Holon AWS Success Stories

Client

Spanish Telecom Provider

Timeframe

2017-2019

Project Information

Governance Application on a Hybrid Data Lake

Technologies

AWS EKS

 

AWS SQS

 

AWS RDS

 

Terraform IAAS

 

On-prem Infrastructure

Project Request

The customer identified the need for a GDPR compliant application giving company users access to all kinds of data stored in a distributed Data Lake. The users themselves need to justify their access request by creating a data processing procedure and a domain owner is responsible for granting access. As a consequence, the data processing procedure is registered with a company-wide directory, where all data needs can be reviewed by auditors.

The Solution

In order to leverage a maximum of comfort for the end user, the application features a shopping cart mechanism: Items (= data objects) can be put into a cart. The items have tags to categorize the data types and users can "pay" using a data processing procedure that covers exactly those data types.
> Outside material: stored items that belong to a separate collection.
"""How the columns of a table become entries: which channel, which unit, which time, whose episode.

A mapping is kept by name in the store's layouts and recognised by the table's header. It is incomplete until every
question of `open_questions` is answered: nothing that could be read in two ways is guessed.
"""

from __future__ import annotations

from collections.abc import Mapping as Map
from dataclasses import dataclass, field, replace
from types import MappingProxyType
from typing import Protocol

from core.record.channels import CHANNELS, LEAK_DEFINITIONS, Kind
from core.record.message import Message, refuse
from storage.intake.writing import AS_FOUND, Writing, check_writing
from storage.rules import is_device_channel

PREFIX = "mapping:"
ORDERS = ("iso", "dmy", "mdy", "ymd", "epoch_s", "epoch_ms")
"""How a date is written: ISO 8601; day, month, year; month, day, year; year, month, day; seconds or ms since 1970."""
WRITERS = ("person", "device")
DECIMALS = (".", ",")
FORMAT = 2
"""1 knows nothing of `written`; a mapping without it is kept as 1, so that older programs go on reading it."""


@dataclass(frozen=True, slots=True)
class ColumnUse:
    """A column of a wide table: the channel it holds and its unit. An empty channel leaves the column out."""

    column: str
    channel: str = ""
    unit: str = ""


@dataclass(frozen=True, slots=True)
class TimeUse:
    """Where the time stands (one column, or date and clock), how it is written, and in which zone.

    `zone` is a zone's name for times without an offset; `repeated` says which of an hour that came twice is meant.
    """

    date: str = ""
    clock: str = ""
    order: str = ""
    zone: str = ""
    repeated: str = ""


@dataclass(frozen=True, slots=True)
class LongUse:
    """The columns of a long table, one value a row. `names` are its words for channels; `units` theirs."""

    channel: str
    value: str
    unit: str = ""
    names: Map[str, str] = field(default_factory=dict)
    units: Map[str, str] = field(default_factory=dict)


@dataclass(frozen=True, slots=True)
class Mapping:
    """How one kind of table is read. Wide: `columns`. Long: `long` and no columns.

    `written` is what a person said of how such a table is written; the rest of that is found anew in each.
    `codes` are local codes of results (HL7, FHIR) with their channels; a mapping of those alone has no header.
    """

    name: str = ""
    header: tuple[str, ...] = ()
    columns: tuple[ColumnUse, ...] = ()
    time: TimeUse = field(default_factory=TimeUse)
    long: LongUse | None = None
    episode_column: str = ""
    by_column: str = ""
    decimal: str = ""
    written_by: str = ""
    leak_definition: str = ""
    codes: Map[str, str] = field(default_factory=lambda: MappingProxyType({}))
    written: Writing = AS_FOUND
    format: int = FORMAT

    @property
    def used(self) -> tuple[ColumnUse, ...]:
        """The columns that are not left out."""
        return tuple(c for c in self.columns if c.channel)

    def with_column(self, column: str, channel: str, unit: str = "") -> Mapping:
        """The mapping with a column's use changed, or added."""
        use = ColumnUse(column, channel, unit)
        if any(c.column == column for c in self.columns):
            return replace(self, columns=tuple(use if c.column == column else c for c in self.columns))
        return replace(self, columns=(*self.columns, use))


def channels_of(mapping: Mapping) -> tuple[str, ...]:
    """The channels a mapping fills."""
    if mapping.long is not None:
        return tuple(dict.fromkeys(c for c in mapping.long.names.values() if c))
    return tuple(dict.fromkeys(c.channel for c in mapping.used))


def open_questions(mapping: Mapping, *, episode_given: bool, has_offsets: bool) -> tuple[Message, ...]:
    """What has to be answered before a table can be read by the mapping; empty when it is complete.

    `has_offsets`: the table's own times carry their offset.
    """
    asked: list[Message] = []
    if not mapping.time.date:
        asked.append(Message("mapping.no_time", {"accepted": "the column with date and time"}))
    elif mapping.time.order not in ORDERS:
        asked.append(Message("mapping.time_order", {"column": mapping.time.date, "accepted": " | ".join(ORDERS)}))
    needs_zone = not has_offsets and not mapping.time.order.startswith("epoch")
    if mapping.time.date and needs_zone and not mapping.time.zone:
        asked.append(Message("mapping.time_zone", {"accepted": "a time zone, e.g. Europe/Oslo"}))
    if not mapping.episode_column and not episode_given:
        asked.append(Message("mapping.episode", {"accepted": "a column, or one episode for the whole file"}))
    if not channels_of(mapping):
        asked.append(Message("mapping.nothing", {"accepted": "at least one column with a channel"}))
    asked += _about_values(mapping)
    if mapping.written_by not in WRITERS:
        asked.append(Message("mapping.writer", {"accepted": " | ".join(WRITERS)}))
    if "leak" in channels_of(mapping) and mapping.leak_definition not in LEAK_DEFINITIONS:
        asked.append(Message("mapping.leak", {"accepted": " | ".join(LEAK_DEFINITIONS)}))
    return tuple(asked)


def _about_values(mapping: Mapping) -> list[Message]:
    asked: list[Message] = []
    pairs = [(c.column, c.channel, c.unit) for c in mapping.used]
    if mapping.long is not None and not mapping.long.unit:
        long = mapping.long
        pairs = [(word, key, long.units.get(word, "")) for word, key in long.names.items() if key]
    seen: dict[str, str] = {}
    for column, key, unit in pairs:
        known = CHANNELS.get(key)
        if known is None:
            asked.append(Message("mapping.channel_unknown", {"column": column, "channel": key}))
            continue
        if mapping.long is None and key in seen:
            asked.append(Message("mapping.twice", {"channel": key, "first": seen[key], "second": column}))
        seen.setdefault(key, column)
        names = [u.name for u in known.units]
        if known.kind is Kind.NUMBER and len(names) > 1 and unit not in names:
            asked.append(Message("mapping.unit", {"column": column, "channel": key, "accepted": " | ".join(names)}))
    numeric = any(CHANNELS[k].kind is Kind.NUMBER for k in channels_of(mapping) if k in CHANNELS)
    if numeric and mapping.decimal not in DECIMALS:
        asked.append(Message("mapping.decimal", {"accepted": "point | comma"}))
    return asked


def to_text(mapping: Mapping) -> str:
    """The mapping as it is kept (JSON)."""
    import msgspec

    number = FORMAT if mapping.written != AS_FOUND else 1
    return msgspec.json.encode(replace(mapping, codes=dict(mapping.codes), format=number)).decode()


def from_text(text: str) -> Mapping:
    """A mapping as it was kept.

    Raises:
        RecordError: `mapping.unreadable`, `mapping.newer`, and as `check_writing`.
    """
    import msgspec

    try:
        found = msgspec.json.decode(text.encode(), type=Mapping)
    except (msgspec.DecodeError, msgspec.ValidationError) as error:
        raise refuse("mapping.unreadable", detail=str(error)[:200], accepted="a mapping of this program") from None
    if found.format > FORMAT:
        raise refuse("mapping.newer", format=found.format, accepted=FORMAT)
    check_writing(found.written)
    return replace(found, format=FORMAT)


class Layouts(Protocol):
    """Where mappings are kept: a store."""

    def layouts(self) -> Map[str, str]: ...

    def put_layout(self, name: str, text: str | None) -> None: ...


def kept_mappings(store: Layouts) -> dict[str, Mapping]:
    """The mappings kept in a store, by name; one that cannot be read any more is passed over."""
    found: dict[str, Mapping] = {}
    for name, text in store.layouts().items():
        if name.startswith(PREFIX):
            try:
                found[name.removeprefix(PREFIX)] = from_text(text)
            except ValueError:
                continue
    return found


def kept_mapping(store: Layouts, name: str) -> Mapping:
    """The mapping of that name.

    Raises:
        RecordError: `mapping.unknown`, `mapping.unreadable`.
    """
    text = store.layouts().get(PREFIX + name)
    if text is None:
        known = ", ".join(sorted(kept_mappings(store))) or "none is kept yet"
        raise refuse("mapping.unknown", name=name[:80], accepted=known)
    return from_text(text)


def keep_mapping(store: Layouts, mapping: Mapping) -> None:
    """Keep a mapping by its name; one of the same name is replaced.

    Raises:
        RecordError: `mapping.no_name`.
    """
    if not mapping.name.strip() or len(mapping.name) > 80:
        raise refuse("mapping.no_name", accepted="1 to 80 letters")
    store.put_layout(PREFIX + mapping.name, to_text(mapping))


def forget_mapping(store: Layouts, name: str) -> None:
    """Forget a mapping."""
    store.put_layout(PREFIX + name, None)


def fits(mapping: Mapping, header: tuple[str, ...]) -> bool:
    """Whether a mapping is of tables with this header: the same names, letters' case and order aside.

    >>> fits(Mapping("a", ("Time", "pH")), ("ph", "time"))
    True
    """
    return bool(mapping.header) and {_plain(h) for h in mapping.header} == {_plain(h) for h in header}


def _plain(name: str) -> str:
    return " ".join(name.split()).casefold()


def is_sampled(mapping: Mapping, channel: str) -> bool:
    """Whether a channel's values become device samples: a machine wrote them and the channel can hold them."""
    return mapping.written_by == "device" and is_device_channel(channel)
After a short market research it became clear, that the company's requirements could only be covered partially by out-of-the-shelf Data Governance tools, so Holon decided to go for a "build" solution rather than a "buy" approach. An additional driver was the fact that - though the backbone of the Data Lake was build in AWS, relying on Kafka and S3 - other on-prem and cloud systems needed to be integrated not only for access but also for collecting object metadata in a centralized Data Catalog.

Platform Considerations

All Systems - cloud native as well as on-prem build - were integrated with a REST interface towards our application that are responsible for provisioning user access. For delivering metadata in an asynchronous way we decided to use a AWS SQS queue, consolidating system-specific queues into one application queue. The application itself runs on an EKS container to have full flexibility on scaling, because we planned for other auxiliary applications for maintenance and administration. It was implemented using REACT with its wide variety of frameworks and visualization components. The backend of the application was pure Java with an Oracle RDS database for persistency.

Both, RDS as a full flavored, relational Database service as well as EKS, as an AWS service for managed Kubernetes, proofed very reliable, resilient choices with a minimum of administration effort.

Regarding Single Sign On (SSO) and Identity Management we took advantage of the customer's IT centralized services: an on-prem Active Directory, a module for authentication and identity federation and a governance service taking care of creation, deletion and updates of user information.

Deployment Pipeline and IAAS

While deployments to the 3 environments for development, test and production are done automatically through gitlab and gitlab runner, Terraform scripts were deployed separately to build a reliable, reproduceable infrastructure for all environments.

Why Holon, why AWS?

Holon was chosen by the customer to drive the project in an agile way and find the resources needed for a detailed solution concept as well as implementation power. During the project it was crucial to react on changing requirements and a close stakeholder management was necessary. AWS services helped a lot to enable a quick prototyping of software components and reduce the time-to-deliver over all, especially when it comes down to security topics and unpredictable infrastructure needs.

Results

Though reiterating and refining the solution concepts from the ground was necessary as the customer needed to verify assumptions and data needs, the project was a huge success: AWS services and central services of the customer were seamlessly integrated and enable the companies' users to satisfy their data needs as well as take advantage of modern approaches for near-real-time data streaming and Big Data clusters as well as reliable and proven Business Intelligence applications and other database services.

Room for more to follow

By building a modular base system, we allowed the customer not only to scale up the environment but also to bring new functions to the end users:

  • Scalability through multiple systems
    By means of a middleware design using RESTful interfaces, the customer is able to attach additional systems as data containers to the governance platform with minimal effort: as long as the interface specifications and connectivity is considered properly, new data objects can be reported by the application no matter where they reside.
  • Ingestion on Demand
    Not only data structures inside the Data Lake can be detected but also metadata for external, non-Data Lake systems. Presenting them to users as part of the companies data offer not only broadens the governance perspective but also gives them the possibility to ingest data with standardized procedures in a self-service fashion whenever they need it.
  • Cloud Migration
    By considering the aforementioned benefits, it is possible to do an iterative migration to AWS Redshift by sourcing and ingesting legacy applications including the existing Data Warehouse and building new data structures in AWS.
  • Full Cost Control
    By using Cost Control Tags and Cost and Usage reports, the customer will be able to detect cost drivers, consolidate these per business unit and define budgets and threshold values for alerting.

About Holon

We care about our customers by driving complex, hybrid projects as well as finding the right approach to quickly deliver insights. We are focused on Business Intelligence and Big Data, specialized to enable migrations to the cloud.